I don’t agree with the underlying assumption of Alain de Botton’s recent work that art’s value lies in what it is for, the purposes it serves. As an expression of human capacities, art is valuable in itself regardless of whether it can be used for some purpose.
But that doesn’t mean that art doesn’t sometimes serve a purpose. So I quite like this animated video by de Botton which lays out 5 purposes that art serves.
The first one is especially noteworthy because it is often ignored. Art encourages hope.
As Botton points out “it is an obvious but striking fact that the most popular works of art in the world show pretty things—happy people, flowers in spring, blue skies.”.He goes on to argue that without the “pretty things” depicted in art we are in danger of slipping into despair. Prettiness is an “emblem of hope” he asserts.

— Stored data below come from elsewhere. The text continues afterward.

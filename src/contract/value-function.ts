import type { Criterion } from '#core/decision/criterion.ts';
import { STRAIGHT, type Knot, type Shape } from '#core/decision/shape.ts';
import { straightValue } from '#core/decision/value.ts';

/** A value function as it crosses the wire: two levels, bent or not, or points. */
export interface ValueFunctionFields {
  worst?: number | undefined;
  best?: number | undefined;
  curvature?: number | undefined;
  points?: readonly (readonly [figure: number, value: number])[] | undefined;
}

interface Levelled {
  worst: number;
  best: number;
  shape: Shape;
}

/** The levels of points are their ends; each point becomes a knot at its place between them. */
function levelledPoints(points: NonNullable<ValueFunctionFields['points']>): Levelled {
  const [first = [NaN, NaN], last = first] = [points[0], points.at(-1)];
  const rising = first[1] <= last[1] ? points : [...points].reverse();
  const [worst, best] = first[1] <= last[1] ? [first[0], last[0]] : [last[0], first[0]];
  const span = { kind: 'span', worst, best } as const;
  return {
    worst,
    best,
    shape: { kind: 'piecewise', knots: rising.map(([x, v]): Knot => [straightValue(x, span), v]) },
  };
}

/** Levels and shape; levels that were left out are NaN, which core refuses. */
export function levelledOf({ worst = NaN, best = NaN, curvature, points }: ValueFunctionFields): Levelled {
  if (points) return levelledPoints(points);
  return { worst, best, shape: curvature === undefined ? STRAIGHT : { kind: 'exponential', curvature } };
}

/** The criterion that core weighs by. */
export function criterionOf(fields: ValueFunctionFields): Criterion {
  const { worst, best, shape } = levelledOf(fields);
  return {
    direction: best > worst ? 'more' : 'less',
    levels: { kind: 'fixed', worst, best },
    limit: null,
    shape,
  };
}
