import type { ImpactPoint as CoreImpactPoint } from '#core/flight/impact/impact-point.ts';
import { toDegrees } from '#core/units.ts';
import type { ImpactPoint } from './impact-point.ts';

/** Longitudes are −180 < λ ≤ 180. */
const longitudeDeg = (degrees: number): number => (degrees <= -180 ? degrees + 360 : degrees);

/** An impact point as it crosses the wire. */
export function presentImpactPoint(point: CoreImpactPoint): ImpactPoint {
  if (point.kind !== 'impact') return { kind: point.kind };
  return {
    kind: 'impact',
    latitudeDeg: toDegrees(point.latitude),
    longitudeDeg: longitudeDeg(toDegrees(point.longitude)),
    timeS: point.time,
  };
}
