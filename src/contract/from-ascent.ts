import type { Planet } from '#core/flight/ascent/planet.ts';
import type { Trajectory } from '#core/flight/ascent/trajectory.ts';
import type { ImpactPoint as CoreImpactPoint } from '#core/flight/impact/impact-point.ts';
import { toDegrees } from '#core/units.ts';
import type { AscentOutput, NoAscentReason, TrajectoryPoint } from './ascent.ts';
import type { ImpactPoint } from './impact-point.ts';

const DEGREE = Math.PI / 180;

/** A longitude within a turn of −180…180, brought to −180 < λ ≤ 180. */
function longitudeDeg(degrees: number): number {
  if (degrees > 180) return degrees - 360;
  return degrees <= -180 ? degrees + 360 : degrees;
}

/**
 * An impact point as it crosses the wire.
 * @param fromDeg longitude of the meridian that its longitude counts from
 */
export function presentImpactPoint(point: CoreImpactPoint, fromDeg = 0): ImpactPoint {
  if (point.kind !== 'impact') return { kind: point.kind };
  return {
    kind: 'impact',
    latitudeDeg: toDegrees(point.latitude),
    longitudeDeg: longitudeDeg(toDegrees(point.longitude) + fromDeg),
    timeS: point.time,
  };
}

/** A trajectory as it crosses the wire, with the impact point of each moment. @param siteDeg the site's longitude */
export function presentTrajectory(
  trajectory: Trajectory,
  siteDeg: number,
  planet: Planet,
): TrajectoryPoint[] {
  return Array.from({ length: trajectory.length }, (_, index) => {
    const point = trajectory.point(index, planet);
    return {
      timeS: point.time,
      latitudeDeg: point.latitude / DEGREE,
      longitudeDeg: longitudeDeg(point.longitude / DEGREE + siteDeg),
      altitudeM: point.altitude,
      relativeSpeedMps: point.relativeSpeed,
      flightPathDeg: point.flightPath / DEGREE,
      headingDeg: point.heading / DEGREE,
      massKg: point.mass,
      dynamicPressurePa: point.dynamicPressure,
      accelerationMps2: point.acceleration,
      impact: presentImpactPoint(trajectory.impact(index, planet), siteDeg),
    };
  });
}

/** That there is no ascent: every figure is null. */
export function presentNoAscent(reason: NoAscentReason): AscentOutput {
  return {
    converged: false,
    reason,
    payloadKg: null,
    flownInclinationDeg: null,
    burnOutS: null,
    launchHeadingDeg: null,
    maxDynamicPressurePa: null,
    idealDeltaVMps: null,
    relativeSpeedMps: null,
    centrifugalMps: null,
    lossesMps: null,
    remainderMps: null,
    trajectory: [],
  };
}
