/** A place in GeoJSON's order, longitude first, with whatever follows the latitude. */
type Place = readonly number[];

const longitudeOf = (place: Place): number => place[0] ?? 0;

/** The place where a step crosses the date line, on the side it comes from; `to` lies beyond ±180°. */
function crossing(from: Place, to: Place, edge: number): number[] {
  const part = (edge - longitudeOf(from)) / (longitudeOf(to) - longitudeOf(from));
  return from.map((value, axis) => (axis === 0 ? edge : value + part * ((to[axis] ?? value) - value)));
}

/**
 * A line over the sphere in pieces that do not cross the date line, cut there as RFC 7946, section 3.1.9, asks. A step
 * of more than half a turn is taken the short way round.
 * @returns pieces of two places or more
 */
export function cutAtDateLine(line: readonly Place[]): number[][][] {
  const pieces: number[][][] = [[]];
  line.forEach((place, index) => {
    const before = line[index - 1];
    const step = before ? longitudeOf(place) - longitudeOf(before) : 0;
    if (before && Math.abs(step) > 180) {
      const edge = step < 0 ? 180 : -180;
      const beyond = place.map((value, axis) => (axis === 0 ? value + 2 * edge : value));
      const met = crossing(before, beyond, edge);
      pieces.at(-1)?.push(met);
      pieces.push([met.map((value, axis) => (axis === 0 ? -edge : value))]);
    }
    pieces.at(-1)?.push([...place]);
  });
  return pieces.filter((piece) => piece.length > 1);
}
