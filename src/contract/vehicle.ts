import { z } from './zod.ts';

const DryKg = z.number().positive('A dry mass is above zero.').max(1e7).meta({ description: 'Dry mass' });
const PropellantKg = z.number().positive('A propellant mass is above zero.').max(1e8).meta({
  description: 'Propellant mass',
});
const ThrustVacKn = z.number().positive('A thrust is above zero.').max(1e6).meta({
  description: 'Thrust in vacuum',
});
const IspS = z
  .number()
  .positive('A specific impulse is above zero.')
  .max(2000, 'A specific impulse is 2,000 s at most.');

const engineFields = {
  dryKg: DryKg,
  propellantKg: PropellantKg,
  thrustVacKn: ThrustVacKn,
  ispVacS: IspS.meta({ description: 'Specific impulse in vacuum' }),
  ispSeaLevelS: IspS.optional().meta({ description: 'Specific impulse at sea level' }),
};

interface Impulses {
  ispVacS: number;
  ispSeaLevelS?: number | undefined;
}

/** At sea level the ambient pressure takes from the thrust, so the impulse there is the lower one. */
const impulsesFit = ({ ispVacS, ispSeaLevelS }: Impulses): boolean =>
  ispSeaLevelS === undefined || ispSeaLevelS <= ispVacS;
const impulses = {
  path: ['ispSeaLevelS'],
  error: 'The sea-level specific impulse is no higher than the vacuum one.',
};

export const StageInput = z.strictObject(engineFields).refine(impulsesFit, impulses).meta({ id: 'Stage' });
export type StageInput = z.infer<typeof StageInput>;

/** Parallel boosters: they burn together with the first stage. Masses and thrust are for one booster. */
export const BoostersInput = z
  .strictObject({
    count: z.int().min(0).max(16).meta({ description: 'Number of boosters; 0 flies without' }),
    ...engineFields,
    referenceAreaM2: z.number().positive().optional().meta({
      description: 'Kept for the flown ascent; the closed form does not use it',
    }),
  })
  .refine(impulsesFit, impulses)
  .meta({ id: 'Boosters', description: 'Masses and thrust are for one booster' });
export type BoostersInput = z.infer<typeof BoostersInput>;

const LossMps = z.number().min(0, 'A loss is 0 or more.').max(10_000);

export const LossesInput = z
  .strictObject({ gravity: LossMps, drag: LossMps, steering: LossMps })
  .meta({ id: 'Losses', description: 'Entered losses in m/s, to burn-out near the parking altitude' });
export type LossesInput = z.infer<typeof LossesInput>;

/**
 * Usual ranges of entered losses, shown as guidance beside the fields and never enforced: published budgets of flown
 * launchers, from lift-off to low orbit. Drag reaches some 400 m/s on small vehicles.
 */
export const lossGuidanceMps = {
  gravity: [1150, 1600],
  drag: [40, 160],
  steering: [30, 360],
} as const satisfies Record<keyof LossesInput, readonly [number, number]>;

/** Burn times share the factor g₀, so the comparison needs none: propellant × impulse / thrust. */
function boostersOutlastCore(boosters: BoostersInput | undefined, core: StageInput | undefined): boolean {
  if (boosters === undefined || boosters.count === 0 || core === undefined) return false;
  const boosterTime = (boosters.propellantKg * boosters.ispVacS) / boosters.thrustVacKn;
  const coreTime = (core.propellantKg * core.ispVacS) / core.thrustVacKn;
  return boosterTime > coreTime * (1 + 1e-12);
}

interface VehicleRules {
  boosters?: BoostersInput | undefined;
  stages: StageInput[];
  fairingLeavesAfterStage: number;
}

/** The fields of a vehicle, before the rules between them. */
export const vehicleFields = {
  code: z.string().max(40).optional(),
  name: z.string().max(120).optional(),
  fairingKg: z.number().min(0, 'A fairing’s mass is 0 or more.').max(1e6).default(0),
  fairingLeavesAfterStage: z
    .int()
    .min(1, 'Stages count from 1.')
    .default(1)
    .meta({ description: 'The fairing leaves at the end of this stage’s burn; 1 is the first stage' }),
  reserveMps: z.number().min(0, 'A reserve is 0 or more.').max(10_000).default(0),
  lossesMps: LossesInput,
  boosters: BoostersInput.optional(),
  stages: z.array(StageInput).min(1, 'A vehicle has a stage.').max(8, 'A vehicle has 8 stages at most.'),
  referenceAreaM2: z.number().positive().optional(),
  ascent: z.record(z.string(), z.unknown()).optional().meta({
    description: 'Kept for the flown ascent; the closed form does not use it',
  }),
};

/** The rules between a vehicle's fields. */
export function checkVehicle(ctx: z.core.ParsePayload<VehicleRules>): void {
  const { boosters, stages, fairingLeavesAfterStage } = ctx.value;
  if (boostersOutlastCore(boosters, stages[0])) {
    ctx.issues.push({
      code: 'custom',
      input: ctx.value,
      path: ['boosters'],
      message: 'The boosters burn longer than the first stage they burn beside.',
    });
  }
  if (fairingLeavesAfterStage > stages.length) {
    ctx.issues.push({
      code: 'custom',
      input: ctx.value,
      path: ['fairingLeavesAfterStage'],
      message: 'The fairing leaves after a stage that the vehicle does not have.',
    });
  }
}

/** A vehicle as it is posted or kept in the library. `code`, `ascent` and `referenceAreaM2` are not used here. */
export const VehicleInput = z
  .strictObject(vehicleFields)
  .check(checkVehicle)
  .meta({ id: 'Vehicle', description: 'A launch vehicle with its losses and reserve' });
export type VehicleInput = z.infer<typeof VehicleInput>;
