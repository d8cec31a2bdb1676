/** What a page frame shows around a study's section: the view types that the layouts take. */
import type { StudyRole, StudyState } from './study.ts';

/** The sections of a study that exist, in the order of the work. A section that is not built has no key. */
export const SECTION_KEYS = [
  'requirement',
  'sites',
  'flight',
  'downrange',
  'criteria',
  'ranking',
  'memo',
] as const;
export type SectionKey = (typeof SECTION_KEYS)[number];

export interface SectionFrame {
  key: SectionKey;
  name: string;
  href: string;
  /** One line under the name: "9 candidates", "1 over its limit". */
  fact: string;
  /** Something is to be settled here: the station is drawn hollow. */
  outstanding: boolean;
}

export interface ViewerFrame {
  name: string;
  initials: string;
  administrator: boolean;
}

export interface StudyFrame {
  study: {
    id: string;
    title: string;
    organisation: string;
    state: StudyState;
    revision: number;
    /** ISO 8601, UTC: when the revision was committed. */
    savedAt: string;
    role: StudyRole;
    archived: boolean;
  };
  viewer: ViewerFrame;
  sections: SectionFrame[];
}

export const STATE_NAMES: Record<StudyState, string> = {
  draft: 'Draft',
  'in-review': 'In review',
  baselined: 'Baselined',
};

/** Why this viewer can't change the study's inputs now, in words; null where they can. The server decides again. */
export function inputsLock({ study }: StudyFrame): string | null {
  if (study.role === 'reader' || study.role === 'reviewer')
    return 'A lead or an engineer changes the inputs. You may filter, export and compute.';
  if (study.archived) return 'The study is archived. Restore it to change its inputs.';
  if (study.state === 'in-review') return 'The study is in review: its inputs are locked.';
  if (study.state === 'baselined' && study.role !== 'lead')
    return 'After a baseline the lead makes the next change.';
  return null;
}
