import type { MemoPaper } from './memo.ts';
import { z } from './zod.ts';

const PAPERS = ['a4', 'letter'] as const satisfies MemoPaper[];

/** What a memo's address takes. */
export const MemoQuery = z.object({
  paper: z.enum(PAPERS, `Paper is ${PAPERS.join(' or ')}.`).default('a4'),
});
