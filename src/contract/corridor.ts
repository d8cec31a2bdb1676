// By their own files: the index would bring the geometry and its libraries to everyone who only checks a request.
import { VERIFY_CASUALTY_AREAS } from '#core/downrange/casualty.ts';
import { PLACE_DENSITY_PER_KM2 } from '#core/downrange/spread.ts';
import { VEHICLE_CLASSES } from '#core/downrange/vehicle-class.ts';
import { AzimuthDeg, LatitudeDeg, LongitudeDeg } from './geography.ts';
import { z } from './zod.ts';

/** Corridors run from here to 5,000 nautical miles: any exclusion zone ends before. */
const SHORTEST_NM = 20;
const LONGEST_NM = 5000;
const between = (least: number, most: number, what: string) =>
  z
    .number()
    .min(least, `${what} lies between ${least} and ${most}.`)
    .max(most, `${what} lies between ${least} and ${most}.`);

export const VehicleClass = z.enum(VEHICLE_CLASSES).meta({
  description: 'By payload to 100 nautical miles, 14 CFR 420.19 table 1',
});

/** Casualty areas that a corridor's expectation is worked with, near, middle and far. */
export const CasualtyAreasMi2 = z
  .array(z.number().positive('An area is above 0.').max(100, 'An area is at most 100 square miles.'))
  .length(3, 'Three areas are needed: below 50 nautical miles, below 1,750, and from there on.')
  .meta({
    description: `Effective casualty areas below 50 nm, below 1,750 nm and from there on, square statute miles. The defaults of table C-3 are from memory: ${VERIFY_CASUALTY_AREAS}`,
  });

export const CorridorInput = z
  .strictObject({
    latitudeDeg: LatitudeDeg,
    longitudeDeg: LongitudeDeg,
    azimuthDeg: AzimuthDeg,
    vehicleClass: VehicleClass,
    rangeNm: between(SHORTEST_NM, LONGEST_NM, 'A range').default(LONGEST_NM),
    settings: z
      .strictObject({
        spreadPeople: z.boolean().default(true).meta({
          description:
            'Spread each country’s people beyond the listed settlements evenly over its land: an assumption',
        }),
        placeDensityPerKm2: between(1, 100_000, 'A density').default(PLACE_DENSITY_PER_KM2).meta({
          description: 'People to the square kilometre within a settlement: its area is its people over this',
        }),
        casualtyAreasMi2: CasualtyAreasMi2.optional(),
      })
      .prefault({}),
  })
  .meta({
    id: 'CorridorInput',
    examples: [{ latitudeDeg: 7.42, longitudeDeg: -58.35, azimuthDeg: 20, vehicleClass: 'small' }],
  });
export type CorridorInput = z.infer<typeof CorridorInput>;

const LongLat = z.array(z.number()).length(2);
const Ring = z.array(LongLat);
const Geometry = z.union([
  z.strictObject({ type: z.literal('Polygon'), coordinates: z.array(Ring) }),
  z.strictObject({ type: z.literal('MultiPolygon'), coordinates: z.array(z.array(Ring)) }),
]);

/** What every area of a corridor says of itself. Nothing found is nothing found at the data's resolution. */
const area = {
  landKm2: z.number(),
  lands: z.array(z.strictObject({ code: z.string(), name: z.string(), landKm2: z.number() })),
  firstLandKm: z.number().nullable().meta({
    description:
      'Along the flight line: the first land after the launch point’s own; null where none was found',
  }),
  settlements: z.int().meta({ description: 'Listed settlements whose point lies inside' }),
  settlementsWithoutFigure: z
    .int()
    .meta({ description: 'Of these, without a figure of people: unknown, not none' }),
  people: z.int().meta({ description: 'Of the listed settlements alone' }),
  spreadPeople: z.number().nullable().meta({
    description: 'Spread over the land beyond the listed settlements, an assumption; null where switched off',
  }),
  unknownPeopleLandKm2: z.number().nullable().meta({
    description:
      'Land of countries without a known total: its people beyond the listed settlements are unknown',
  }),
};

const Settlement = z.strictObject({
  name: z.string(),
  countryCode: z.string(),
  people: z.int(),
  latitudeDeg: z.number(),
  longitudeDeg: z.number(),
  downrangeKm: z.number(),
  crossrangeKm: z.number().meta({ description: 'Positive to the right of the flight line' }),
});

const Expectation = z
  .strictObject({
    settlements: z.number(),
    spreadPeople: z.number().nullable(),
    total: z.number(),
    complete: z.boolean().meta({ description: 'False where people are unknown: the figures are least ones' }),
    greatest: z.strictObject({ name: z.string(), expectation: z.number() }).nullable(),
    compareWith: z.number().meta({ description: 'The figure of 14 CFR 420.25' }),
    failureProbability: z.number(),
    casualtyAreasMi2: CasualtyAreasMi2,
    casualtyAreasNote: z.string().meta({ description: 'Whether the areas are the request’s or remembered' }),
  })
  .meta({ description: 'Indicative, by the formula of 14 CFR part 420 appendix C with the inputs shown' });

const Zone = z.strictObject({
  kind: z.literal('exclusion-zone'),
  areaKm2: z.number().meta({ description: 'Of the published shape' }),
  ...area,
});
const Corridor = z.strictObject({
  kind: z.literal('corridor'),
  azimuthDeg: z.number(),
  vehicleClass: VehicleClass,
  rangeNm: z.number(),
  ...area,
  firstLandName: z.string().nullable(),
  coastKm: z.number().nullable().meta({
    description:
      'Along the flight line over the launch point’s own land; null where the line never leaves it',
  }),
  overland: z
    .array(z.strictObject({ fromKm: z.number(), toKm: z.number(), code: z.string(), name: z.string() }))
    .meta({ description: 'Stretches of the flight line over land' }),
  largestSettlements: z.array(Settlement).meta({ description: 'The most populous, at most 20' }),
  casualtyExpectation: Expectation,
});

const feature = <T extends z.ZodType>(properties: T) =>
  z.strictObject({ type: z.literal('Feature'), geometry: Geometry, properties });

export const CorridorOutput = z
  .strictObject({
    type: z.literal('FeatureCollection'),
    features: z.tuple([feature(Zone), feature(Corridor)]),
    regulation: z.string(),
    cautions: z.array(z.string()),
    attributions: z.array(z.string()),
  })
  .meta({
    id: 'CorridorOutput',
    description:
      'RFC 7946: the overflight exclusion zone and the corridor, cut at the antimeridian. Screening only',
  });
export type CorridorOutput = z.infer<typeof CorridorOutput>;
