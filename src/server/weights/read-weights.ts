import { pointsStatement, type Weights, type WeightsOf } from '#contract/weights.ts';
import { weightsFromPoints } from '#core/decision/weights.ts';
import type { Db } from '#db/client.ts';
import { listCriteria } from '#db/queries/criterion.ts';
import { findWeights } from '#db/queries/weights.ts';

interface Which {
  studyId: string;
  userId: string;
  weights: WeightsOf;
}

/**
 * A set and the shares it gives. A member's own set starts as a copy of the study's, at version 0.
 */
export async function readWeights(db: Db, { studyId, userId, weights }: Which): Promise<Weights> {
  const own = weights === 'mine' ? await findWeights(db, { studyId, userId }) : undefined;
  const set = own ?? (await findWeights(db, { studyId, userId: null }));
  const ids = (await listCriteria(db, { studyId }))
    .filter(({ source }) => source !== 'text')
    .map(({ id }) => id);
  return presentWeights({
    weights,
    ids,
    set: set ?? UNSET,
    version: (weights === 'mine' ? own : set)?.version ?? 0,
  });
}

type KeptSet = NonNullable<Awaited<ReturnType<typeof findWeights>>>;
type Said = Pick<KeptSet, 'method' | 'points' | 'order' | 'judgements' | 'shared' | 'origin' | 'reason'>;
const UNSET: Said = { ...pointsStatement({}), shared: false, origin: null, reason: '' };

/** Points of criteria that exist, each with its share; what was given to criteria since removed is left out. */
export function presentWeights({
  weights,
  ids,
  set,
  version,
}: {
  weights: WeightsOf;
  ids: readonly string[];
  set: Said;
  version: number;
}): Weights {
  const given = ids.map((id) => set.points[id] ?? 0);
  const result = weightsFromPoints(given);
  const byId = (figures: ArrayLike<number>) =>
    Object.fromEntries(ids.map((id, at) => [id, figures[at] ?? 0]));
  const study = weights === 'study';
  return {
    weights,
    method: set.method,
    points: byId(given),
    order: set.order,
    judgements: set.judgements,
    shares: result.kind === 'set' ? byId(result.weights) : null,
    levels: [],
    shared: !study && set.shared,
    origin: study ? set.origin : null,
    reason: study ? set.reason : '',
    version,
  };
}
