/* From a statement of weights to what follows from it: the one way, for the server, the screens and the memo. */
import { settled } from '#core/decision/settled.ts';
import type { WeighItem } from '#core/decision/statement.ts';
import { weigh, type Level, type Weighed } from '#core/decision/weigh.ts';
import { MOST_POINTS } from './points.ts';
import type { WeightLevel, WeightStatement } from './weights.ts';

/** Judgements can disagree from three things on. */
const LEAST_COMPARED = 3;

/** Weights of the criteria that stand now, whatever stood when the statement was made. */
export const weighNow = (items: readonly WeighItem[], statement: WeightStatement): Weighed =>
  weigh(items, settled(items, statement));

/** What a statement comes to, by id. */
export interface Weighing {
  /** The weight of each criterion, summing to 1; null where nothing is said yet. */
  shares: Record<string, number> | null;
  levels: WeightLevel[];
}

export function weighing(items: readonly WeighItem[], statement: WeightStatement): Weighing {
  const weighed = weighNow(items, statement);
  const ids = items.map(({ id }) => id);
  return {
    shares: weighed.kind === 'set' ? byId(ids, weighed.weights) : null,
    levels: weighed.levels.map(presentLevel),
  };
}

const byId = (ids: readonly string[], figures: ArrayLike<number>): Record<string, number> =>
  Object.fromEntries(ids.map((id, at) => [id, figures[at] ?? 0]));

function presentLevel({ groupId, ids, weights, unjudged, consistency }: Level): WeightLevel {
  const judged = ids.length - unjudged.length;
  return {
    groupId,
    ids,
    weights: weights && byId(ids, weights),
    unjudged,
    consistency: judged >= LEAST_COMPARED ? consistency : null,
  };
}

/**
 * A set as it is read now: swings raised where the largest has gone, and nothing said of what is no more. Judgements
 * against what is gone stay: they still say that the other has been judged.
 */
export function statementNow(
  items: readonly WeighItem[],
  { method, points, order, judgements }: WeightStatement,
): WeightStatement {
  const known = new Set(items.flatMap(({ id, groupId }) => (groupId === null ? [id] : [id, groupId])));
  const raised = settled(items, { method, points, order, judgements }).points;
  return {
    method,
    points: Object.fromEntries(Object.entries(raised).filter(([id]) => known.has(id))),
    order: order.filter((id) => known.has(id)),
    judgements: judgements.filter(([a, b]) => known.has(a) || known.has(b)),
  };
}

/**
 * Weights stated as points, so that groups still count: a group has the sum of its criteria's weights, and within it
 * each criterion its part of that.
 * @param shares weights by criterion id.
 */
export function pointsOfShares(
  items: readonly WeighItem[],
  shares: Readonly<Record<string, number>>,
): Record<string, number> {
  const sums = new Map<string, number>();
  for (const { id, groupId } of items)
    if (groupId !== null) sums.set(groupId, (sums.get(groupId) ?? 0) + (shares[id] ?? 0));
  // Rounding may carry a whole level's weight a last digit past 1.
  const points = (share: number, of: number): number =>
    of === 0 ? 0 : Math.min(MOST_POINTS, (MOST_POINTS * share) / of);
  const own = items.map(({ id, groupId }): [string, number] => [
    id,
    points(shares[id] ?? 0, groupId === null ? 1 : (sums.get(groupId) ?? 0)),
  ]);
  return Object.fromEntries([
    ...own,
    ...[...sums].map(([id, sum]): [string, number] => [id, points(sum, 1)]),
  ]);
}

/** The mean of several sets' weights, by criterion id; null without any. */
export function meanShares(
  items: readonly WeighItem[],
  sets: readonly Readonly<Record<string, number>>[],
): Record<string, number> | null {
  if (sets.length === 0) return null;
  return Object.fromEntries(
    items.map(({ id }) => [id, sets.reduce((sum, set) => sum + (set[id] ?? 0), 0) / sets.length]),
  );
}
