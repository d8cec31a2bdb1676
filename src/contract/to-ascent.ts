import type { AscentVehicle as CoreVehicle } from '#core/flight/ascent/vehicle-stack.ts';
import type { AscentVehicle } from './ascent.ts';
import { toVehicle } from './to-core.ts';

/** ½ρv³ in W/m² at which a fairing may leave; common practice, no source. */
const FAIRING_HEATING = 1135;

/** A vehicle with what a flown ascent needs, in SI. */
export function toAscentVehicle(vehicle: AscentVehicle): CoreVehicle {
  const { ascent, boosters } = vehicle;
  const { dragCoefficient: drag } = ascent;
  return {
    ...toVehicle(vehicle),
    ascent: {
      area: ascent.referenceAreaM2,
      boosterArea: boosters?.referenceAreaM2 ?? 0,
      drag: typeof drag === 'number' ? [[0, drag]] : drag,
      verticalRise: ascent.verticalRiseS,
      kick: ascent.kickS,
      dynamicPressureLimit: ascent.maxDynamicPressurePa ?? Infinity,
      accelerationLimit: ascent.maxAxialAccelerationMps2 ?? Infinity,
      fairingHeating: ascent.fairingLeavesByHeating === true ? FAIRING_HEATING : 0,
    },
  };
}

My fellow academics along with many people in the art world simply laugh at such sentiments. They would argue that prettiness has nothing to do with genuine art that must, if it is honest, represent all that is painful and troubling in human life as well and have meaning that runs deeper than its surface appearance. And of course much art is not pretty. But still Botton has a point that the art that the public seems to crave, that survives the centuries in the public imagination, is pretty. The popularity of impressionism is evidence for the thesis.
Thus, it would seem that for most people, who are not art experts, perhaps art is an emblem of hope.
This perspective is important in the question about whether food can be art. Food must be delicious in order to qualify, and I take it “delicious” is an analogue of “pretty”—its sensory surface is pleasurable.
Good food is also an “emblem of hope”.